Response by poster: So I spent some time talking to my ISP, and they're having the same problem with the WaPo site. Traceroute stops at gar1-p360.abnva.ip.att.net and nothing really loads. At least I know it's not my setup.
posted by words1 at 10:14 AM on February 21, 2006


So I spent some time talking to my ISP, and they're having the same problem with the WaPo site. Traceroute stops at gar1-p360.abnva.ip.att.net and nothing really loads. At least I know it's not my setup.

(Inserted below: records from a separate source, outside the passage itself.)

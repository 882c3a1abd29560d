//! `vigil explore`: expected information of every design over a fine grid of trial counts —
//! asymptotic SEs, the d′–c correlation, rank, condition number and the identifiability
//! verdict — in well under a second, without simulating.
//!
//! Exit codes as for the other commands (see [`crate::commands`]): 2 for a bad plan, bad options
//! or an output path that cannot be written (all found before any work); 1 otherwise.

use super::AppError;
use crate::analytic::information::InformationError;
use crate::analytic::scan::{ScanOptions, scan_plan};
use crate::analytic::trial_grid::{DEFAULT_POINTS, MIN_TRIALS};
use crate::evaluate::RunError;
use crate::output::CommitSet;
use crate::plan::{Plan, PlanError};
use crate::report;
use std::path::PathBuf;

/// Largest count `--from`/`--to` accept (far beyond any field study; keeps u32 arithmetic safe).
pub const MAX_EXPLORE_TRIALS: u32 = 100_000_000;
/// Largest `--points`.
pub const MAX_POINTS: usize = 10_000;

/// Options of `vigil explore`.
#[derive(Debug, Clone, Default)]
pub struct ExploreRequest {
    pub plan: PathBuf,
    /// Smallest trial count of the grid (default: each design's smallest listed count).
    pub from: Option<u32>,
    /// Largest trial count of the grid (default: 4 × each design's largest listed count).
    pub to: Option<u32>,
    /// Log-spaced counts per design (default 40).
    pub points: Option<usize>,
    /// Also write the results as JSON.
    pub json: Option<PathBuf>,
}

/// A bad command-line option, reported like a plan error (exit code 2) with the option as key.
fn option_error(option: &str, problem: String, allowed: &str) -> AppError {
    AppError::Plan(PlanError {
        file: PathBuf::from("vigil explore"),
        line: None,
        key: option.to_string(),
        problem,
        allowed: allowed.to_string(),
    })
}

/// Checks `--from`, `--to` and `--points` and turns them into scan options.
pub fn scan_options(req: &ExploreRequest) -> Result<ScanOptions, AppError> {
    let range = format!("a whole number of trials from {MIN_TRIALS} to {MAX_EXPLORE_TRIALS}");
    for (option, value) in [("--from", req.from), ("--to", req.to)] {
        if let Some(v) = value
            && !(MIN_TRIALS..=MAX_EXPLORE_TRIALS).contains(&v)
        {
            return Err(option_error(
                option,
                format!("{v} is outside {MIN_TRIALS} to {MAX_EXPLORE_TRIALS}"),
                &range,
            ));
        }
    }
    if let (Some(from), Some(to)) = (req.from, req.to)
        && from > to
    {
        return Err(option_error(
            "--from",
            format!("--from {from} is larger than --to {to}"),
            "a --from no larger than --to",
        ));
    }
    let points = req.points.unwrap_or(DEFAULT_POINTS);
    if !(1..=MAX_POINTS).contains(&points) {
        return Err(option_error(
            "--points",
            format!("{points} points is outside 1 to {MAX_POINTS}"),
            &format!("a whole number of grid points from 1 to {MAX_POINTS}"),
        ));
    }
    Ok(ScanOptions {
        from: req.from,
        to: req.to,
        points,
    })
}

/// Runs `vigil explore`: loads the plan, checks the options, claims the JSON file, scans every
/// design and returns the terminal report (the JSON file is written whole).
pub fn explore(req: &ExploreRequest) -> Result<String, AppError> {
    let plan = Plan::load(&req.plan)?;
    let options = scan_options(req)?;
    let mut outputs = CommitSet::new();
    outputs.input("plan", &req.plan);
    let json = req
        .json
        .as_deref()
        .map(|p| outputs.claim("--json", p))
        .transpose()?;
    // A model the plan's values cannot build is bad input (exit 2), as in `vigil run`.
    let scans = scan_plan(&plan, options).map_err(|e| match e {
        InformationError::Model { design, source } => AppError::Run(RunError::Model {
            design,
            message: source.to_string(),
        }),
        other => AppError::Internal(other.to_string()),
    })?;
    if let Some(slot) = json {
        let bytes = report::explore_text::render_json(&plan, &scans)
            .map_err(|e| AppError::Internal(e.to_string()))?;
        outputs.write(slot, &bytes)?;
    }
    // An output named `-` takes standard output in place of the terminal report.
    match outputs.commit()? {
        Some(bytes) => Ok(String::from_utf8_lossy(&bytes).into_owned()),
        None => Ok(report::explore_text::render(&plan, &scans)),
    }
}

I don't think the fact that traceroute stops at gar1-p360.abnva.ip.att.net when tracing to www.washingtonpost.com is necessarily an indication of a problem in your ISPs network. For example, I can load www.washingtonpost.com fine, but a traceroute from my host to it also stop at gar1-p340.abnva.ip.att.net:

5 so-4-0.hsa2.tustin1.level3.net (65.59.168.1) 9.622 ms 8.847 ms 9.093 ms
6 so-1-1-0.mp2.tustin1.level3.net (4.68.114.21) 10.837 ms 9.089 ms 12.534 ms
7 so-4-0-0.bbr1.dallas1.level3.net (4.68.144.1) 42.399 ms 42.270 ms 41.293 ms
8 ae-23-52.car3.dallas1.level3.net (4.68.122.47) 43.859 ms 43.424 42.577 ms
9 192.205.32.221 (192.205.32.221) 40.548 ms 40.688 ms 40.341 ms
10 tbr2-p014001.dlstx.ip.att.net (12.123.17.86) 74.939 ms 72.976 ms 73.614 ms
11 tbr1-cl6.sl9mo.ip.att.net (12.122.10.89) 73.687 ms 74.041 ms 72.433 ms
12 tbr1-cl4.wswdc.ip.att.net (12.122.10.29) 72.558 ms 72.354 ms 71.862 ms
13 gar1-p340.abnva.ip.att.net (12.123.217.10) 89.204 ms 71.458 ms 70.859 ms
14 * * *

Since ping's to www.washingtonpost.com also fail for me, I suspect either ATT or Washington Post is performing overly aggressive ICMP filtering on the route to Washington Post's web farm, perhaps as an attempt to mitigate a denial-of-service attack. Did you try my MTU suggestion?